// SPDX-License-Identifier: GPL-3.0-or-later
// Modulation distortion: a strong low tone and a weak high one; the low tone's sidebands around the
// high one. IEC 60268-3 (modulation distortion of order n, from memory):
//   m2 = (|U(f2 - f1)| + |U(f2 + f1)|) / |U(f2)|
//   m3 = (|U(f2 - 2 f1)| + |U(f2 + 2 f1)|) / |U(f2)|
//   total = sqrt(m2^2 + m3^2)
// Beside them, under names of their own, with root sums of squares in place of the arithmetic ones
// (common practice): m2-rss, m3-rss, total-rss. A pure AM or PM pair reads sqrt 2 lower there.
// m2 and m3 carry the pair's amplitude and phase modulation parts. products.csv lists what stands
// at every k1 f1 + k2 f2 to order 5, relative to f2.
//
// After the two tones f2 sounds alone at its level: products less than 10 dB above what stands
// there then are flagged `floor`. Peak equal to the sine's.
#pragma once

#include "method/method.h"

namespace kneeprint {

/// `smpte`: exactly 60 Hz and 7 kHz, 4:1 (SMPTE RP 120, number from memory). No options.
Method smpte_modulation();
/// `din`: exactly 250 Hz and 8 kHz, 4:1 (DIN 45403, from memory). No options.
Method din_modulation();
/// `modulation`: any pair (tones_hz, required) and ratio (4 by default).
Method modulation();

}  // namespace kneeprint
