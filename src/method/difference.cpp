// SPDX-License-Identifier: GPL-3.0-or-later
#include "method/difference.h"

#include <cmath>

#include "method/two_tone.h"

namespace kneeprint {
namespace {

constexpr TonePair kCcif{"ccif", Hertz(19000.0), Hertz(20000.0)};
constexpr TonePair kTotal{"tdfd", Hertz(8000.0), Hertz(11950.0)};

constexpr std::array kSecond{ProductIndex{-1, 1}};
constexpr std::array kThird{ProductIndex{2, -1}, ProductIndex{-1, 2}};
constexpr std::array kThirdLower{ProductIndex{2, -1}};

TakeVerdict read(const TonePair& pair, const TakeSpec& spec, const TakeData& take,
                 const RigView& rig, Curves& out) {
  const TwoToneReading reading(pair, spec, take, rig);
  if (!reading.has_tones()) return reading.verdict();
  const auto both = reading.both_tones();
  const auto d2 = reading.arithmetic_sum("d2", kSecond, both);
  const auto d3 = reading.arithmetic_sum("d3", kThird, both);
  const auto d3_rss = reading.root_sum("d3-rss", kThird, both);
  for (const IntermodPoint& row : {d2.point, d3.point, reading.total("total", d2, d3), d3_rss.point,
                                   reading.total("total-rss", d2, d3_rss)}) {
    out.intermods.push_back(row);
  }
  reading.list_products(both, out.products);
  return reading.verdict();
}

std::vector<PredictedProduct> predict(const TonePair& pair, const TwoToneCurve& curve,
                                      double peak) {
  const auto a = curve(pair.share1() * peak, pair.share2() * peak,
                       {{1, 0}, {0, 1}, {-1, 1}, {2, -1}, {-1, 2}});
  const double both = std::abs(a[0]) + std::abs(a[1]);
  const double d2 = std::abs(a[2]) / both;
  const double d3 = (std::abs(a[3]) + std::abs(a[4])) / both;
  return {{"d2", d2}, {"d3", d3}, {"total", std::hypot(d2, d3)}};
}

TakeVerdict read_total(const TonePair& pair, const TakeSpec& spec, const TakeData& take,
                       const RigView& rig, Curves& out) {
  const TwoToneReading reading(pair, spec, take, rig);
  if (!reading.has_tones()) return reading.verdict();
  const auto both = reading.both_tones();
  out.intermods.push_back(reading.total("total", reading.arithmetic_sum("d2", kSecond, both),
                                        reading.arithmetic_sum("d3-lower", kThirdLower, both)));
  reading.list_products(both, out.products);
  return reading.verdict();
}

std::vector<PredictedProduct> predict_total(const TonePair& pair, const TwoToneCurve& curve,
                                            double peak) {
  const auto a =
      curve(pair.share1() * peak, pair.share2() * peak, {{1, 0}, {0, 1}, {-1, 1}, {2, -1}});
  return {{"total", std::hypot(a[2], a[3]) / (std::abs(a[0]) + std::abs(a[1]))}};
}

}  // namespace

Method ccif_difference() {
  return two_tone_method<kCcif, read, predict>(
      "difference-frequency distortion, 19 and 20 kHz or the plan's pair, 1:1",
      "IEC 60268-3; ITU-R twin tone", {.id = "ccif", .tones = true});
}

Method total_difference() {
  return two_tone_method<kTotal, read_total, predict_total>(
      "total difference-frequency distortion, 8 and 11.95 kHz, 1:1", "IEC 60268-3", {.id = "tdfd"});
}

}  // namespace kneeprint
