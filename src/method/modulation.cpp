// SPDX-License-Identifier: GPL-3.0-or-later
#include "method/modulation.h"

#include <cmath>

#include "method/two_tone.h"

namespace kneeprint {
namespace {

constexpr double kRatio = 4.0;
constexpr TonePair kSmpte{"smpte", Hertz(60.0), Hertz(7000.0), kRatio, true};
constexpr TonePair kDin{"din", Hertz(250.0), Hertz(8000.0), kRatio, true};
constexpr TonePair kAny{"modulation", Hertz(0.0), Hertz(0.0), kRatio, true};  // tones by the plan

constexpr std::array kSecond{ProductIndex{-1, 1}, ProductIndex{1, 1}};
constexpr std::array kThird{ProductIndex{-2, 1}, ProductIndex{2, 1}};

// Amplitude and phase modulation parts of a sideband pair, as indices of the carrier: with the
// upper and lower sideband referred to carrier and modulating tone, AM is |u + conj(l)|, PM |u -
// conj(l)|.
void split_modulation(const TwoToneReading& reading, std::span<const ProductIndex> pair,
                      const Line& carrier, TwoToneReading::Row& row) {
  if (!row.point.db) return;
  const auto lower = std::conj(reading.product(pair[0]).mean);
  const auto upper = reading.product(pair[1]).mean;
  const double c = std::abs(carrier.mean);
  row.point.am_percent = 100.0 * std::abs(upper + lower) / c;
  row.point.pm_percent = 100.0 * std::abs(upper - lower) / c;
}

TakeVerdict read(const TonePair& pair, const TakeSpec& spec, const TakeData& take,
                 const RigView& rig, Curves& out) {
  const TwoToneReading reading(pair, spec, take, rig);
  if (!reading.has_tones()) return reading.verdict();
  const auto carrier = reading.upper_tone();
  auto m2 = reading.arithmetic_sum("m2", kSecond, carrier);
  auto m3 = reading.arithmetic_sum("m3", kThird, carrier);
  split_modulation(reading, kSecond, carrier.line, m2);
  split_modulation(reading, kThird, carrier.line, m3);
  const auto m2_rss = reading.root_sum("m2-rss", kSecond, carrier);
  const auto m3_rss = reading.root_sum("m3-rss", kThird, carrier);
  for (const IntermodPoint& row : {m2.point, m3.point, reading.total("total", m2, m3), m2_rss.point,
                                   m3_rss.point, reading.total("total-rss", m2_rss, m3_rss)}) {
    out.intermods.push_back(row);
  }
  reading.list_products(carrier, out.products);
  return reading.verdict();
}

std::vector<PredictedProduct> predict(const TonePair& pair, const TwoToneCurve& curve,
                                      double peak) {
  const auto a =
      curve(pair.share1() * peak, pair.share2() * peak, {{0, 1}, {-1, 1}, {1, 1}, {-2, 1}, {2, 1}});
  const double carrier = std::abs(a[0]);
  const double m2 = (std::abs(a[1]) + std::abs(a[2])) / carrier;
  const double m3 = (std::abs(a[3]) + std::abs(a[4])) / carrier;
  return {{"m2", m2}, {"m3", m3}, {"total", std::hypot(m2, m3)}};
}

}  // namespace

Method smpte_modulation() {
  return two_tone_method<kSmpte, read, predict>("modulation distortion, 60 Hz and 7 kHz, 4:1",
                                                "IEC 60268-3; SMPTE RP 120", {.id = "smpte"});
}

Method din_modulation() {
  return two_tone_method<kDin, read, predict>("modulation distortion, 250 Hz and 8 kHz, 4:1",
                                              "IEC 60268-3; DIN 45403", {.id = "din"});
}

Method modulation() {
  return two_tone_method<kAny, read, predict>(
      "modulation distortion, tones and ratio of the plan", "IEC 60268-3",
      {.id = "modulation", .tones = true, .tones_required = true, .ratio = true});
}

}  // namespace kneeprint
════════════════════
### AIM OF THE TASK:
Return every line of the listing above where "kThirdLower" appears.

### SOLUTION TO THIS PROBLEM:
constexpr std::array kThirdLower{ProductIndex{2, -1}};
                                        reading.arithmetic_sum("d3-lower", kThirdLower, both)));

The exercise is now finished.